▶ [Exercise material]
------------------------------------------------------------------------

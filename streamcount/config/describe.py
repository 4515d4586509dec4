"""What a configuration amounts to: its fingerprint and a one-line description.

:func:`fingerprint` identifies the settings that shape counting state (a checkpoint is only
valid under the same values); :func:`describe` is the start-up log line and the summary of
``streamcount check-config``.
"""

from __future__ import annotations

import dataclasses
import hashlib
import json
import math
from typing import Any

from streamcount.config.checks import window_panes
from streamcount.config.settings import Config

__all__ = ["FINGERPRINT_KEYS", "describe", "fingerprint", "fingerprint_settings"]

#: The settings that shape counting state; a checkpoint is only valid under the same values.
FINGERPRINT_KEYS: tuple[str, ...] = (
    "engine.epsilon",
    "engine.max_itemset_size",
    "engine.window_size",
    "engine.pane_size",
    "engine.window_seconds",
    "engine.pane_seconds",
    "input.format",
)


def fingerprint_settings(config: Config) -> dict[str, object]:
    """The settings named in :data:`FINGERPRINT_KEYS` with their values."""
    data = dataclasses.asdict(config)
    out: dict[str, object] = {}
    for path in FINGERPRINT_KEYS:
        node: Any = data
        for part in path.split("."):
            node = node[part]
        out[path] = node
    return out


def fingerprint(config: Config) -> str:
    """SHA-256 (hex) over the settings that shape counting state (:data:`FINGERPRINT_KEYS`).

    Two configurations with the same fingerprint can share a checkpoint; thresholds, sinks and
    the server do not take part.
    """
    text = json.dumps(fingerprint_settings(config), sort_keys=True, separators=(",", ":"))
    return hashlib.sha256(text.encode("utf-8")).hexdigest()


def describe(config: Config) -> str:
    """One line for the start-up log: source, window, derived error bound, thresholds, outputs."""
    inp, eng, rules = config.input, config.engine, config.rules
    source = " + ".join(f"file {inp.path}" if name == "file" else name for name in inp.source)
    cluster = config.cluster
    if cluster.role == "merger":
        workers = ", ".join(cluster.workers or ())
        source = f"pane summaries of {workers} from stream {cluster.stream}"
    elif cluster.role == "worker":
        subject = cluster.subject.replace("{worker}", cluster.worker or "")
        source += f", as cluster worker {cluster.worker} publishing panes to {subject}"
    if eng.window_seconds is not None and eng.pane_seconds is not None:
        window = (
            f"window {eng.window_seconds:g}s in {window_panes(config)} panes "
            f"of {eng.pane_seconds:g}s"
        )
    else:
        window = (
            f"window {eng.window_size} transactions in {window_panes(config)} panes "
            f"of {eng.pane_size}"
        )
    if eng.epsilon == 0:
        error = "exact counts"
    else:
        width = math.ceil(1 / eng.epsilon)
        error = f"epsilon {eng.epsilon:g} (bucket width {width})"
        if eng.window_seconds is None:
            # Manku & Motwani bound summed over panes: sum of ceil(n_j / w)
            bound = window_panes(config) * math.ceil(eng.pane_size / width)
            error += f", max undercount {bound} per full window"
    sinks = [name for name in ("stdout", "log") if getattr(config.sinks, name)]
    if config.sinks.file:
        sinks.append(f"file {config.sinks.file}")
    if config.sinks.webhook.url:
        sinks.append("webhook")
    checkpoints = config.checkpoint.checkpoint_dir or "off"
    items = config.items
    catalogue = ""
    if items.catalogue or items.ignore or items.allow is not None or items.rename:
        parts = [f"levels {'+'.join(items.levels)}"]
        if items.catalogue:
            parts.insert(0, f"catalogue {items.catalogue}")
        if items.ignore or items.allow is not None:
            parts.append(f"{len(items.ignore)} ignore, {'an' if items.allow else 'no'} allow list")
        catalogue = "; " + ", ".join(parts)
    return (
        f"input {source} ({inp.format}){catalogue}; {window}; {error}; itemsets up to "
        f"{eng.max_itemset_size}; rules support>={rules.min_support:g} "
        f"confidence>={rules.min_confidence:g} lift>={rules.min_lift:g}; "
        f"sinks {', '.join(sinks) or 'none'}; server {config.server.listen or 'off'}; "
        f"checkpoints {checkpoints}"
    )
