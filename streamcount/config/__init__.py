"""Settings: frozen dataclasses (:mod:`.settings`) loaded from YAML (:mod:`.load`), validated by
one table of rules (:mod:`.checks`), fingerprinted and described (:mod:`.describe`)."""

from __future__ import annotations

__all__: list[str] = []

------------------------------------------------------------------------

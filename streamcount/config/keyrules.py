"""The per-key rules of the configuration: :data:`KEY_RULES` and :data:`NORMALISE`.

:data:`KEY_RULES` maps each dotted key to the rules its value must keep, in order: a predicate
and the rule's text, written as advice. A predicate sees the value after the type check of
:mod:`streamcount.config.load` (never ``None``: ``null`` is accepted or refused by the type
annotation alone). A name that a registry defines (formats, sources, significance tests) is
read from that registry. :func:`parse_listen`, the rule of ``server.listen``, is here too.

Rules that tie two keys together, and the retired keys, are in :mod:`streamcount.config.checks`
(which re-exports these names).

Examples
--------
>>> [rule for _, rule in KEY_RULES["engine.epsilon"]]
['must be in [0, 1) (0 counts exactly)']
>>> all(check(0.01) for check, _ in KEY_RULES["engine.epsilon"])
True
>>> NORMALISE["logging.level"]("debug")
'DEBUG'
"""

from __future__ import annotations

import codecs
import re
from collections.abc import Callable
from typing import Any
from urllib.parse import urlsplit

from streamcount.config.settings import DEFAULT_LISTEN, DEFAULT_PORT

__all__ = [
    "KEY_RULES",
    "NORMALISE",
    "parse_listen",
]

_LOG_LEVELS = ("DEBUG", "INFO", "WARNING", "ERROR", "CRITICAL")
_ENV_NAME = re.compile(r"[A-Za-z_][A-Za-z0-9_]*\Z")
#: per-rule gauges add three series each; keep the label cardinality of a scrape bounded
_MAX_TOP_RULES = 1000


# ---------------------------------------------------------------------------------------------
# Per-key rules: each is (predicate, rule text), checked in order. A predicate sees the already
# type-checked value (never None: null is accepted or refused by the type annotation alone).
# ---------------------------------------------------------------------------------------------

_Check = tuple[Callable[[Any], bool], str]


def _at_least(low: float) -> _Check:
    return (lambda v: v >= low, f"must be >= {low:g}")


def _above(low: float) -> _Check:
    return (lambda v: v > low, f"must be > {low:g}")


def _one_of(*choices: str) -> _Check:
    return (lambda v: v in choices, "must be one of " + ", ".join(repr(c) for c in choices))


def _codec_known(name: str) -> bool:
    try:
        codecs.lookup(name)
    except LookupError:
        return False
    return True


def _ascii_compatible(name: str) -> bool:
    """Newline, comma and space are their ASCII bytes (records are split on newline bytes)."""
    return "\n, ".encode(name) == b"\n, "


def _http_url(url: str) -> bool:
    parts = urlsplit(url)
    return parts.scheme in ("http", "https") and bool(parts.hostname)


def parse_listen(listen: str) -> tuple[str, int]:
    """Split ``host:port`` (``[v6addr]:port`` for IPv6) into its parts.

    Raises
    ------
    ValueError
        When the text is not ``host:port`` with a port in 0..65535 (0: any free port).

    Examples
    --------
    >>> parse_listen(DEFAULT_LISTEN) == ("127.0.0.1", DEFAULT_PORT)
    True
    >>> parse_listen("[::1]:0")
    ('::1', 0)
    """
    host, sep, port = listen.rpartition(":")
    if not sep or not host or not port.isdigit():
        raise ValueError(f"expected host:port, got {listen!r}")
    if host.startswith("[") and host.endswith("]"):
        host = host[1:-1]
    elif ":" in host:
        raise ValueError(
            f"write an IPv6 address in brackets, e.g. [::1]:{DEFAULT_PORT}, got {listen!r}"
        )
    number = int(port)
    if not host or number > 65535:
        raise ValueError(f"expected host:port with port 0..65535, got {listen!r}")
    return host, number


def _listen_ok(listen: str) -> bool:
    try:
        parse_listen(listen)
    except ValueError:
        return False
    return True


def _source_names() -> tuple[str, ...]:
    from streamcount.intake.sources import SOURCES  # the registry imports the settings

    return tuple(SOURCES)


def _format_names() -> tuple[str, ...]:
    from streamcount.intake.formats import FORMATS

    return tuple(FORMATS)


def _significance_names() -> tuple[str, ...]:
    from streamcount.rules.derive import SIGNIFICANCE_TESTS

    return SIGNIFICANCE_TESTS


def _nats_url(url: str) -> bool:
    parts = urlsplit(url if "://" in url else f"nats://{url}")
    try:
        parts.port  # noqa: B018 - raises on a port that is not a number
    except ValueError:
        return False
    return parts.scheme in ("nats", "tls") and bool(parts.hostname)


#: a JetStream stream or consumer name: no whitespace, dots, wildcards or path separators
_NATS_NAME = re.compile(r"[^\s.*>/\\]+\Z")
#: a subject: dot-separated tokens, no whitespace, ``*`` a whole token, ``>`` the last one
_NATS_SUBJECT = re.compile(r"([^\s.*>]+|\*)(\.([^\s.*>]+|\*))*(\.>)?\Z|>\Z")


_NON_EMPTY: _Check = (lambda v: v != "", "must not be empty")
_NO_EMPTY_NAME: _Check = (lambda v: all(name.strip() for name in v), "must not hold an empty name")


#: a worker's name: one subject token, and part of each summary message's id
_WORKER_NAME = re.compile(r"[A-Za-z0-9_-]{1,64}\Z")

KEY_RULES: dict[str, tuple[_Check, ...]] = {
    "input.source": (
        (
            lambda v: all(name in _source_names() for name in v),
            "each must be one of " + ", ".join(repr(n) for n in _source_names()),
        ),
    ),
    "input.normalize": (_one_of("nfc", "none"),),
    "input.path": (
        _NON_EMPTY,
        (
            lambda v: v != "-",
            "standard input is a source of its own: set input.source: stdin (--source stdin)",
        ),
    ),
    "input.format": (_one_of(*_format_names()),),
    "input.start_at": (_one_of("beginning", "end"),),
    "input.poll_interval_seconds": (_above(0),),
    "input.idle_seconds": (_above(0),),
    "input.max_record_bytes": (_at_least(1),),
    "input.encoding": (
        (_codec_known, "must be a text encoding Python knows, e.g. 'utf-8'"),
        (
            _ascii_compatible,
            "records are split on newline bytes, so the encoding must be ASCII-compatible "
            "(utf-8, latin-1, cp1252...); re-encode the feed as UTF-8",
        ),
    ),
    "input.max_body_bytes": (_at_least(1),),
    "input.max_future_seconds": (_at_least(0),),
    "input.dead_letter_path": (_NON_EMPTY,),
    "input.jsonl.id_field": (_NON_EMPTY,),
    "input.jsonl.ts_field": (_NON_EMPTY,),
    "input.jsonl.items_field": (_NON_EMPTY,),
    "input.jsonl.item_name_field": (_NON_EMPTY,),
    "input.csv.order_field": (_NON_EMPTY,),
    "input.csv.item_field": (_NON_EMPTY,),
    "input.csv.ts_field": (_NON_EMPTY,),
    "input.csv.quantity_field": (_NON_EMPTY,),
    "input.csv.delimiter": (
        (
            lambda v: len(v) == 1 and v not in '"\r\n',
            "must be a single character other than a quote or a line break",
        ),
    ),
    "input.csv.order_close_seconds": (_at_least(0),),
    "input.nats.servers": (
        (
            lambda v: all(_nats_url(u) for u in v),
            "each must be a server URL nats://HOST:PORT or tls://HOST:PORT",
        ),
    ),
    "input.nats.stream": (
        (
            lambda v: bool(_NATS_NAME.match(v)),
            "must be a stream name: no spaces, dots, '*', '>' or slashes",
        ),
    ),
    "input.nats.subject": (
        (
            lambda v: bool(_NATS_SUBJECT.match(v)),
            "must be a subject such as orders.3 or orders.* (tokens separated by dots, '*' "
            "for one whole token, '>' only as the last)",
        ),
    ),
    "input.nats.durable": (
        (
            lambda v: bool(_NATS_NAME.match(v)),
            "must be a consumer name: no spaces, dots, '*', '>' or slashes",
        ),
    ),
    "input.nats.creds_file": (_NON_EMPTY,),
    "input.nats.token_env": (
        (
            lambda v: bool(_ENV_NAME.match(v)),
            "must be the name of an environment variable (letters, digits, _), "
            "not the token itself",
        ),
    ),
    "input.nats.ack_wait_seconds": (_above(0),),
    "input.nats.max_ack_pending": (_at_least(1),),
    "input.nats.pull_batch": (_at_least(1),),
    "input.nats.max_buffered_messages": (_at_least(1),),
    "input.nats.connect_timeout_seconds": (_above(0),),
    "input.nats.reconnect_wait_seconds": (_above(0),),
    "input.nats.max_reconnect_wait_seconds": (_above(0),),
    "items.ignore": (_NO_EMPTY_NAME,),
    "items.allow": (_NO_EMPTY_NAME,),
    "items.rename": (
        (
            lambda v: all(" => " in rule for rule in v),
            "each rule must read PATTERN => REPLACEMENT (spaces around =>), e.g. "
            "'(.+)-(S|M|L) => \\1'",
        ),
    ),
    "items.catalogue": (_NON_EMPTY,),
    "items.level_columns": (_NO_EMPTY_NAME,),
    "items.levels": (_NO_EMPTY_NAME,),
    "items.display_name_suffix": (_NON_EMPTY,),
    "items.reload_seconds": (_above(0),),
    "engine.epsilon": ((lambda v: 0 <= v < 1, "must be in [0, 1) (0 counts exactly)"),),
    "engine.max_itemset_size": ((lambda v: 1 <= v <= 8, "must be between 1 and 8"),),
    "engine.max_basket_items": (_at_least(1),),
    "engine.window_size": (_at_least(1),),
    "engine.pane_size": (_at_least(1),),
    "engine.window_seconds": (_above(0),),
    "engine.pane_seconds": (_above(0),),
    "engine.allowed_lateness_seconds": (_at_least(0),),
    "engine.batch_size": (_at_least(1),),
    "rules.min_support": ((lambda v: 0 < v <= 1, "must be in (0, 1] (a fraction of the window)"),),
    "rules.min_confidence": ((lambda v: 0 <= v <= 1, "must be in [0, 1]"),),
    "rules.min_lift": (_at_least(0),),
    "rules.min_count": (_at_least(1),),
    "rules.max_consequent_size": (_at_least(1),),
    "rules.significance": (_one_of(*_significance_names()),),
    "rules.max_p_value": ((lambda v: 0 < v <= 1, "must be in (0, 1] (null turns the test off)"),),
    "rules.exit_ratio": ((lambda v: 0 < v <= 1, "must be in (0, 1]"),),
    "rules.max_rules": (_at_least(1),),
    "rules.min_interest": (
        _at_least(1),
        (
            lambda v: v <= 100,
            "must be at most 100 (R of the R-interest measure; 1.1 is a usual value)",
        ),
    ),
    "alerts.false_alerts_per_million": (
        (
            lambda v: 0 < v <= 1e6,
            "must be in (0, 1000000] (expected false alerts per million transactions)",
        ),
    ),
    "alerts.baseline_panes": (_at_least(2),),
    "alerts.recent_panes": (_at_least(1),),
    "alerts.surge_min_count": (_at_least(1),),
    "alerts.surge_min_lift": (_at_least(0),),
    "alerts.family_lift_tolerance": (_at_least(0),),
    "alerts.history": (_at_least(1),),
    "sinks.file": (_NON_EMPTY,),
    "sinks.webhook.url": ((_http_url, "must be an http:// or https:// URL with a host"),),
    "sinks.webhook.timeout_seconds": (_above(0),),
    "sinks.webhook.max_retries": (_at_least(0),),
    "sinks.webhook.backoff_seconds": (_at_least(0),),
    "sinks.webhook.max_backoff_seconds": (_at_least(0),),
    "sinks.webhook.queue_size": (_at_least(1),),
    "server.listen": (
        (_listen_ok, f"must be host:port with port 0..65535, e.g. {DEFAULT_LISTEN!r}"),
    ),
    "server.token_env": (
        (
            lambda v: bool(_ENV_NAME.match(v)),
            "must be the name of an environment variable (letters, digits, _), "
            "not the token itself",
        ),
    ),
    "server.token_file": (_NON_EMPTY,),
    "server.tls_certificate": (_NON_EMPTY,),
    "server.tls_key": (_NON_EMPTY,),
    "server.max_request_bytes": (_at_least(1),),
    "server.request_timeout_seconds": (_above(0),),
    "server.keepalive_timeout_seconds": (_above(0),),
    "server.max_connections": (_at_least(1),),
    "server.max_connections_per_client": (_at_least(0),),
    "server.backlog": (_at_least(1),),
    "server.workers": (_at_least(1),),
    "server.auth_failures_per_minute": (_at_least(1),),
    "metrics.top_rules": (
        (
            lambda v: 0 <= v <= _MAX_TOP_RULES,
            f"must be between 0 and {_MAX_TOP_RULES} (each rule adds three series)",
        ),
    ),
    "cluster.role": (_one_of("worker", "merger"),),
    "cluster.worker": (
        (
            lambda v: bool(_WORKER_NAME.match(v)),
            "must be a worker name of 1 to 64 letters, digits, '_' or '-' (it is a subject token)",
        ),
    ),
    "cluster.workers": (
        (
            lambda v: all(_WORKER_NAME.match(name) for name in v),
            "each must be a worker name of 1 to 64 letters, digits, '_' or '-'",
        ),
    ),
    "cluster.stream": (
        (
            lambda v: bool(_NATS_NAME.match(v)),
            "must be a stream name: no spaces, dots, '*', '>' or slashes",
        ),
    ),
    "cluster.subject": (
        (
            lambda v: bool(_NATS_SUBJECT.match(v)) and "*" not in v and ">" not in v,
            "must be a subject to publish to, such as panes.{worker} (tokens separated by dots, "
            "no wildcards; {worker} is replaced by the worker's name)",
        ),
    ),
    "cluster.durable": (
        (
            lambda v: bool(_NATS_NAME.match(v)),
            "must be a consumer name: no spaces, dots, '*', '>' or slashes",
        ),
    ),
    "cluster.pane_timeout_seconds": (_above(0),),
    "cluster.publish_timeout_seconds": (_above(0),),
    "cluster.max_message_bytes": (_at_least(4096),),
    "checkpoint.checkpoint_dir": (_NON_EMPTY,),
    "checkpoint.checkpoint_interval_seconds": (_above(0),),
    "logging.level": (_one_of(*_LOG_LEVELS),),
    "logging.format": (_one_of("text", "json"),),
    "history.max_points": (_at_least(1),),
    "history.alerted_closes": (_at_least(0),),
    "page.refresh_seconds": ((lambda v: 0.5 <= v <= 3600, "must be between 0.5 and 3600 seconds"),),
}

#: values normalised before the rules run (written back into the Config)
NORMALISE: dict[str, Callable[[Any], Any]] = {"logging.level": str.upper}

------------------------------------------------------------------------

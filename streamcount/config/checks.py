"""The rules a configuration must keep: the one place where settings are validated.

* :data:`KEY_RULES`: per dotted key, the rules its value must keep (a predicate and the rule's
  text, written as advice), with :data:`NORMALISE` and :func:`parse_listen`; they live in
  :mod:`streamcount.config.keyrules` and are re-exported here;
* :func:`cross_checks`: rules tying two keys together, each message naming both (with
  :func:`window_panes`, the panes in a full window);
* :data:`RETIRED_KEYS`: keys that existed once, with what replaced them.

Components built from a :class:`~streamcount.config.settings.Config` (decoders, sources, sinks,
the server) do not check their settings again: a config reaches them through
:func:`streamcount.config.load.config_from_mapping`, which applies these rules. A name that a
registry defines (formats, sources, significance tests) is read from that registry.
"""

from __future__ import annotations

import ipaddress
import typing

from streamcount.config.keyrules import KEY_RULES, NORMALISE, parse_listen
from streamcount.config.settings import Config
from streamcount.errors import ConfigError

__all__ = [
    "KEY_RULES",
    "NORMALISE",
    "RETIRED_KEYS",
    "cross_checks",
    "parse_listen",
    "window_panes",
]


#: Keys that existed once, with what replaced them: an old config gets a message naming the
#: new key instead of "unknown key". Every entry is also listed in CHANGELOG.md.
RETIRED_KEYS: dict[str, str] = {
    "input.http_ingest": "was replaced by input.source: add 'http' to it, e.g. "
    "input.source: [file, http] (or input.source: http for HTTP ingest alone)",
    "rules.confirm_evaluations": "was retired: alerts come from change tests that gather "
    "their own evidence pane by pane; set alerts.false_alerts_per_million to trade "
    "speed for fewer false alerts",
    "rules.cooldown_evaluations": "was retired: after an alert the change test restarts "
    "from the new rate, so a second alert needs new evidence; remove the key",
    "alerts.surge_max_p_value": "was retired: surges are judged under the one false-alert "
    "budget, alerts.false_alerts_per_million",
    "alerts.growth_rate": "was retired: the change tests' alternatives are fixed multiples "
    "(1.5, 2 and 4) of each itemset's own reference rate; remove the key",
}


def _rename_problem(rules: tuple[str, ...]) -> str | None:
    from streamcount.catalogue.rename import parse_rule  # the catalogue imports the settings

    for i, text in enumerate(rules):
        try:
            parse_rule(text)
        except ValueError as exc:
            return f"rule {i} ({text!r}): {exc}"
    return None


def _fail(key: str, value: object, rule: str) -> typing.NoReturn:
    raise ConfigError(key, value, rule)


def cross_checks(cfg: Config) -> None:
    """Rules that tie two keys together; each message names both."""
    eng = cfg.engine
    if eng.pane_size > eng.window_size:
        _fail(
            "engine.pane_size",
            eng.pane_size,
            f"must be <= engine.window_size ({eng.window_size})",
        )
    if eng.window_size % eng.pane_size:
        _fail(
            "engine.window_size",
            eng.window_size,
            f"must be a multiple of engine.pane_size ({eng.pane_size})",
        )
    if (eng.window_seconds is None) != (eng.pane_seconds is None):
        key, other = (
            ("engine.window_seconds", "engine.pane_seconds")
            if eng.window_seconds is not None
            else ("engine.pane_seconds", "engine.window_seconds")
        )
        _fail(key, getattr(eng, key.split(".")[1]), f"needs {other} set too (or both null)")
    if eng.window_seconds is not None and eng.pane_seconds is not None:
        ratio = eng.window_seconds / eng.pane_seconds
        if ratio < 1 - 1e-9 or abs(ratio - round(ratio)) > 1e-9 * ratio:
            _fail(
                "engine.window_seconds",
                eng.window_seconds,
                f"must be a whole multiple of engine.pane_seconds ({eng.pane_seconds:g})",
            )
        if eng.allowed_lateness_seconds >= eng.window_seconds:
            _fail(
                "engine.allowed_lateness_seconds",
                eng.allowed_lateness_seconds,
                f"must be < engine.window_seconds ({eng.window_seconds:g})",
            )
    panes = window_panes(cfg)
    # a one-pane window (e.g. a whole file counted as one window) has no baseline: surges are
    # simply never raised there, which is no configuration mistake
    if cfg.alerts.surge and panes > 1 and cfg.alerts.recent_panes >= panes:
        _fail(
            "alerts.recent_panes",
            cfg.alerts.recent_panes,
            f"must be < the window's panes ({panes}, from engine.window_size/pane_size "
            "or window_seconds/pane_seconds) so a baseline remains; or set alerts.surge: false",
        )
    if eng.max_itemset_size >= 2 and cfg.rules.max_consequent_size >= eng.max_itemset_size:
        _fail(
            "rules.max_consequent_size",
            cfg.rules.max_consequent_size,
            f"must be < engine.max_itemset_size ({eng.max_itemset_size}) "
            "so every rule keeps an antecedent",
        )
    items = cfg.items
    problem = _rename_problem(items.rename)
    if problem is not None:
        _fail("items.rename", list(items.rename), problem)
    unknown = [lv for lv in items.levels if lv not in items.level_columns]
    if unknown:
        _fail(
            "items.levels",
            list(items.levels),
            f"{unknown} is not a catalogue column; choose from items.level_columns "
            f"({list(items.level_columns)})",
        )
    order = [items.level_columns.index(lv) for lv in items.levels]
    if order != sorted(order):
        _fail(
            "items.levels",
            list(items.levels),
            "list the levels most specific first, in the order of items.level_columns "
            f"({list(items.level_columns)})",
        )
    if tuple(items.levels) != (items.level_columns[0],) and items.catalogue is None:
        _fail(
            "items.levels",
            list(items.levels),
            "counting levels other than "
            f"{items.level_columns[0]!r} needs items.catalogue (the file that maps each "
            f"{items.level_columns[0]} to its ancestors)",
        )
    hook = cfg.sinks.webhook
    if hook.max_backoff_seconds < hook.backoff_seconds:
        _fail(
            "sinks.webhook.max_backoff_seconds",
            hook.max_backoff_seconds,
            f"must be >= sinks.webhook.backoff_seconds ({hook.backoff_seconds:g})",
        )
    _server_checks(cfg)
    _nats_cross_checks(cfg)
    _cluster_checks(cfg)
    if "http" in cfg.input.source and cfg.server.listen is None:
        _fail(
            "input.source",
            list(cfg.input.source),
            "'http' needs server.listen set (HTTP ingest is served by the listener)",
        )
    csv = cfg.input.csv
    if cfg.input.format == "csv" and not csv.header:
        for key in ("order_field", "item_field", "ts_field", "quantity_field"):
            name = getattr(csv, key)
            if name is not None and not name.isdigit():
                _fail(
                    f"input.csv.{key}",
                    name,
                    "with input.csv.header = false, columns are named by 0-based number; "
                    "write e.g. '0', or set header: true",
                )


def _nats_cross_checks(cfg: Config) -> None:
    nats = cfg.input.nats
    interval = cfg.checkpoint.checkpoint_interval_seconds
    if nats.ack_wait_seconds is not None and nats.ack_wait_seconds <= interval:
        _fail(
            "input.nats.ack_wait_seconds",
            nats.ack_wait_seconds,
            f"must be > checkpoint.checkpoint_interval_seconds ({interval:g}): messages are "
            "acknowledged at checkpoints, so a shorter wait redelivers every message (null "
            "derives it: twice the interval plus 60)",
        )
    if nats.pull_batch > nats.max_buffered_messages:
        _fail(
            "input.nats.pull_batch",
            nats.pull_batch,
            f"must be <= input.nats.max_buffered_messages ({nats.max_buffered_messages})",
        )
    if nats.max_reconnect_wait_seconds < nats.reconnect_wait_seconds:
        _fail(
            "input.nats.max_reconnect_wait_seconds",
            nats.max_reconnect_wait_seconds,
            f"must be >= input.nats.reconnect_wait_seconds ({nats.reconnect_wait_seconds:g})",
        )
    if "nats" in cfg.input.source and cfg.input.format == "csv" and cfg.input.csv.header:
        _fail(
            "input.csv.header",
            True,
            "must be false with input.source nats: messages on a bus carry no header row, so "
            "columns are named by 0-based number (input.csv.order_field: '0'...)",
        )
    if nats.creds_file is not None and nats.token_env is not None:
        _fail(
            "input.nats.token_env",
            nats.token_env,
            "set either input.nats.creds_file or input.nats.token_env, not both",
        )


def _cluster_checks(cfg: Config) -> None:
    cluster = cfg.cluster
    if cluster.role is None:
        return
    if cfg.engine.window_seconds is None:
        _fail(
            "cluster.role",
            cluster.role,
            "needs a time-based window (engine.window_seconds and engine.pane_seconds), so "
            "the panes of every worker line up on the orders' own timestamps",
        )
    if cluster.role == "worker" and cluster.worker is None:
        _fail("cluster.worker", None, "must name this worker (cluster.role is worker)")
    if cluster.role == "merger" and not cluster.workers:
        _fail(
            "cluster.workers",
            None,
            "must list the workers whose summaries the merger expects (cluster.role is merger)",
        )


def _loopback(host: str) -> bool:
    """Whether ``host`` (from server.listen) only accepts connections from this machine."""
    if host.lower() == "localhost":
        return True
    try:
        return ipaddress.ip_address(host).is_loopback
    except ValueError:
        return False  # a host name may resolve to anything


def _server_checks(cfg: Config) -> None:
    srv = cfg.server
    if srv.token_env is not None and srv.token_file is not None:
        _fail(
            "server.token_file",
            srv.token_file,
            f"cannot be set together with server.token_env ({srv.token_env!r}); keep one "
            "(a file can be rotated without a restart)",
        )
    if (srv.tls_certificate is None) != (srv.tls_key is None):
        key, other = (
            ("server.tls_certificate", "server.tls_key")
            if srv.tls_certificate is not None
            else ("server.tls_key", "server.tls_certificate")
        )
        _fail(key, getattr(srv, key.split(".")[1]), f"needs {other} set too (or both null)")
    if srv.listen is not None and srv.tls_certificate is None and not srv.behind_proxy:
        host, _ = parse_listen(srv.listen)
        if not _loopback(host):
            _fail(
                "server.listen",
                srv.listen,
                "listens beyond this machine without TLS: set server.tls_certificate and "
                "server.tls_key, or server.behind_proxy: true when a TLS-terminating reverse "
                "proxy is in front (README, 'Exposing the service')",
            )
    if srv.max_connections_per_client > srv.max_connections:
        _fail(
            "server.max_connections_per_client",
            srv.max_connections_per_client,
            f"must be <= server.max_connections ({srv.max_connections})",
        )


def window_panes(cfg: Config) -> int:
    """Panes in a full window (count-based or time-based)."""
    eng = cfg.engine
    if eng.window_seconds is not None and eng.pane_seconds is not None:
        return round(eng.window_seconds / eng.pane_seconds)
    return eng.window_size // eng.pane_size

------------------------------------------------------------------------

▶ [Goal of the exercise]
Give back the records above exactly, limited to the lines between the one holding "from streamcount.config.keyrules import" and the one holding "raise ConfigError(key, value, rule)", inclusive.

▶ [Exercise output]
from streamcount.config.keyrules import KEY_RULES, NORMALISE, parse_listen
from streamcount.config.settings import Config
from streamcount.errors import ConfigError

__all__ = [
    "KEY_RULES",
    "NORMALISE",
    "RETIRED_KEYS",
    "cross_checks",
    "parse_listen",
    "window_panes",
]


#: Keys that existed once, with what replaced them: an old config gets a message naming the
#: new key instead of "unknown key". Every entry is also listed in CHANGELOG.md.
RETIRED_KEYS: dict[str, str] = {
    "input.http_ingest": "was replaced by input.source: add 'http' to it, e.g. "
    "input.source: [file, http] (or input.source: http for HTTP ingest alone)",
    "rules.confirm_evaluations": "was retired: alerts come from change tests that gather "
    "their own evidence pane by pane; set alerts.false_alerts_per_million to trade "
    "speed for fewer false alerts",
    "rules.cooldown_evaluations": "was retired: after an alert the change test restarts "
    "from the new rate, so a second alert needs new evidence; remove the key",
    "alerts.surge_max_p_value": "was retired: surges are judged under the one false-alert "
    "budget, alerts.false_alerts_per_million",
    "alerts.growth_rate": "was retired: the change tests' alternatives are fixed multiples "
    "(1.5, 2 and 4) of each itemset's own reference rate; remove the key",
}


def _rename_problem(rules: tuple[str, ...]) -> str | None:
    from streamcount.catalogue.rename import parse_rule  # the catalogue imports the settings

    for i, text in enumerate(rules):
        try:
            parse_rule(text)
        except ValueError as exc:
            return f"rule {i} ({text!r}): {exc}"
    return None


def _fail(key: str, value: object, rule: str) -> typing.NoReturn:
    raise ConfigError(key, value, rule)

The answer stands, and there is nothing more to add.